My hatchling blood seems to be a lot more intelligent than my hatchling ball python just by the way he acts.  My ball is still super shy and twitchy and would rather duck and hide than investigate.  The second I open my bloods tub and get close to him or move his newspaper, his tongue is flicking and he wants to know whats going on.

The one thing different from a blood and a ball is the "blood stare".  Blood pythons can freak people out if they are new to the snake because they just stare at your face.  It's cool to watch their pupils move around to focus on you though.

----------


## alohareptiles

> About 10 pounds.





> of poo...


LOL...The best part of the Blood and STP's...No weekly dookie patrol, but when they go...Lord have mercy on the mess... :Surprised:  :Surprised:

----------


## Monster Dodge

Having kept both I will say this. When dealing with my Balls... (heheh snickers) I litterally had no fear. Even if they ever striked at me which was like never, I would just brush it off.

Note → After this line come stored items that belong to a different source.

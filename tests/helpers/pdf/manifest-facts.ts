import type { ManifestFacts } from '@/server/pickups/pdf/manifest-facts'

type Line = ManifestFacts['lines'][number]
type Signature = ManifestFacts['signatures'][number]

export function factsLine(position: number, more: Partial<Line> = {}): Line {
  return {
    position,
    containerCode: `C-${200 + position}`,
    containerType: 'drum',
    containerDescription: '',
    containerCount: 1,
    stream: 'Used mineral hydraulic fluid',
    labelWords: 'USED OIL',
    wasteCode: '13 01 10',
    isFluid: true,
    value: '48.125',
    unit: 'gal_us',
    litres: '182.172942105',
    kilograms: '0',
    pieces: 0,
    massKilograms: '159.401324341875',
    density: '0.875',
    ...more,
  }
}

export function factsSignature(
  party: Signature['party'],
  more: Partial<Signature> = {},
): Signature {
  return {
    party,
    name: party === 'driver' ? 'Dov Invented' : 'Olga Invented',
    capacity: party === 'driver' ? 'Driver' : 'EHS officer',
    strokes: null,
    dispute: '',
    signedAt: '2025-09-27T10:31:00-05:00',
    documentSha256: 'ab'.repeat(32),
    ...more,
  }
}

/** Facts of an issued manifest with so many lines. */
export function factsOf(lineCount: number, more: Partial<ManifestFacts> = {}): ManifestFacts {
  const party = {
    identificationNumber: 'INV-ZZD000000001',
    address: '14 Quarry Lane\nInvented County',
    phone: '555-0160',
    email: 'desk@hauler.example.org',
    contactName: 'Dov Invented',
  }
  return {
    version: 1,
    kind: 'manifest',
    revision: 1,
    number: 'P-S1-25-004-K',
    orderNumber: '',
    note: '',
    paper: 'letter',
    locale: 'en-US',
    profile: 'us-federal-baseline',
    publicUrl: 'https://ebbmark.example.org',
    organisation: { name: 'Invented Works', email: 'office@works.example.org', phone: '555-0100' },
    site: {
      code: 'S1',
      name: 'Lower Yard',
      address: '1 Invented Road',
      phone: '555-0101',
      identificationNumber: 'INV-ZZG000000001',
      timeZone: 'America/Chicago',
      volumeUnit: 'gal_us',
    },
    hauler: {
      ...party,
      name: 'Invented Tankers',
      permit: { number: 'INV-0001', endsOn: '2025-12-31' },
    },
    facility: { ...party, name: 'Invented Recovery' },
    plannedOn: '2025-09-27',
    issuedAt: '2025-09-26T09:12:00-05:00',
    issuedBy: 'Olga Invented',
    lines: Array.from({ length: lineCount }, (_, index) => factsLine(index + 1)),
    signatures: [],
    voided: null,
    madeAt: '2025-09-26T14:12:00.000Z',
    ...more,
  }
}
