import type {
  CSSProperties,
  HTMLInputAutoCompleteAttribute,
  HTMLInputTypeAttribute,
  Ref,
} from 'react'
import { View } from 'react-native'
import { describedBy, Labelled, useLabelIds, type Labels } from './labelled'
import { fonts, gap, radius } from './measures'
import { Text } from './text'
import { useColours } from './theme'
import { useTargetHeight } from './use-window-class'

/** The look every control shares: a 3:1 edge, 18 px words, the height of a finger. */
export function useControlStyle(hasError: boolean): CSSProperties {
  const colours = useColours()
  const height = useTargetHeight()
  return {
    minHeight: height,
    boxSizing: 'border-box',
    padding: '8px 12px',
    fontFamily: fonts.text,
    fontSize: 18,
    color: colours.ink,
    backgroundColor: colours.sheet,
    border: `${hasError ? 3 : 1}px solid ${hasError ? colours.stop.edge : colours.edge}`,
    borderRadius: radius,
    width: '100%',
  }
}

export type FieldProps = Labels & {
  value: string
  onChange: (value: string) => void
  onBlur?: () => void
  id?: string
  name?: string
  type?: HTMLInputTypeAttribute
  inputMode?: 'none' | 'text' | 'decimal' | 'numeric' | 'tel' | 'email' | 'search'
  autoComplete?: HTMLInputAutoCompleteAttribute
  /** Shown after the box and part of the name a screen reader says. */
  suffix?: string
  /** Widest value, in characters: a box as wide as its answer. */
  characters?: number
  maxLength?: number
  disabled?: boolean
  required?: boolean
  min?: string
  max?: string
  step?: string
  onSubmit?: () => void
  ref?: Ref<HTMLInputElement>
}

/** One line of text with its label. Dates and times are typed or picked (`type="date"`, `type="time"`). */
export function Field({ ref, ...props }: FieldProps) {
  const ids = useLabelIds(props.id)
  const style = useControlStyle(props.error !== undefined)
  const isFigure = props.inputMode === 'decimal' || props.inputMode === 'numeric'
  return (
    <Labelled ids={ids} labels={props}>
      <View style={{ flexDirection: 'row', alignItems: 'center', gap: gap.small }}>
        <input
          ref={ref}
          id={ids.control}
          name={props.name}
          type={props.type ?? 'text'}
          inputMode={props.inputMode}
          autoComplete={props.autoComplete ?? 'off'}
          value={props.value}
          onChange={(event) => props.onChange(event.target.value)}
          onBlur={props.onBlur}
          onKeyDown={(event) => {
            if (event.key === 'Enter' && props.onSubmit !== undefined) {
              event.preventDefault()
              props.onSubmit()
            }
          }}
          disabled={props.disabled}
          required={props.required}
          min={props.min}
          max={props.max}
          step={props.step}
          maxLength={props.maxLength}
          aria-invalid={props.error !== undefined}
          aria-describedby={describedBy(ids, props)}
          style={{
            ...style,
            ...(props.characters === undefined
              ? {}
              : { width: `${props.characters + 3}ch`, maxWidth: '100%' }),
            ...(isFigure ? { fontVariantNumeric: 'tabular-nums' } : {}),
          }}
        />
        {props.suffix !== undefined && <Text>{props.suffix}</Text>}
      </View>
    </Labelled>
  )
}

/** Several lines of text. */
export function TextArea(
  props: Labels & {
    value: string
    onChange: (value: string) => void
    id?: string
    name?: string
    rows?: number
    maxLength?: number
    disabled?: boolean
  },
) {
  const ids = useLabelIds(props.id)
  const style = useControlStyle(props.error !== undefined)
  return (
    <Labelled ids={ids} labels={props}>
      <textarea
        id={ids.control}
        name={props.name}
        rows={props.rows ?? 3}
        maxLength={props.maxLength}
        disabled={props.disabled}
        value={props.value}
        onChange={(event) => props.onChange(event.target.value)}
        aria-invalid={props.error !== undefined}
        aria-describedby={describedBy(ids, props)}
        style={{ ...style, resize: 'vertical' }}
      />
    </Labelled>
  )
}

export type Option = { value: string; label: string; group?: string; disabled?: boolean }

/** A choice among many, by the browser's own list: keyboard, search by letter and big touch list come with it. */
export function Select(
  props: Labels & {
    value: string
    onChange: (value: string) => void
    options: readonly Option[]
    /** First entry with no value, like "Choose a hauler". */
    placeholder?: string
    id?: string
    name?: string
    disabled?: boolean
  },
) {
  const ids = useLabelIds(props.id)
  const style = useControlStyle(props.error !== undefined)
  const groups = [...new Set(props.options.map(({ group }) => group ?? ''))]
  const entry = (option: Option) => (
    <option key={option.value} value={option.value} disabled={option.disabled}>
      {option.label}
    </option>
  )
  return (
    <Labelled ids={ids} labels={props}>
      <select
        id={ids.control}
        name={props.name}
        value={props.value}
        disabled={props.disabled}
        onChange={(event) => props.onChange(event.target.value)}
        aria-invalid={props.error !== undefined}
        aria-describedby={describedBy(ids, props)}
        style={style}
      >
        {props.placeholder !== undefined && <option value="">{props.placeholder}</option>}
        {groups.map((group) => {
          const own = props.options.filter((option) => (option.group ?? '') === group)
          return group === '' ? (
            own.map(entry)
          ) : (
            <optgroup key={group} label={group}>
              {own.map(entry)}
            </optgroup>
          )
        })}
      </select>
    </Labelled>
  )
}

Now the Sumatran I had was a different story. Maybe because I was alot younger when I had her, but the first time she struck at me and almost got me I never recovered. I constantly felt nervous any time I had to deal with her and thats not good because they can sence your hesitation and fear. 

I love the Bloods. I think they are one of the most gorgeous but they get there reputation for a reason and I was never able to get back on that horse.....

----------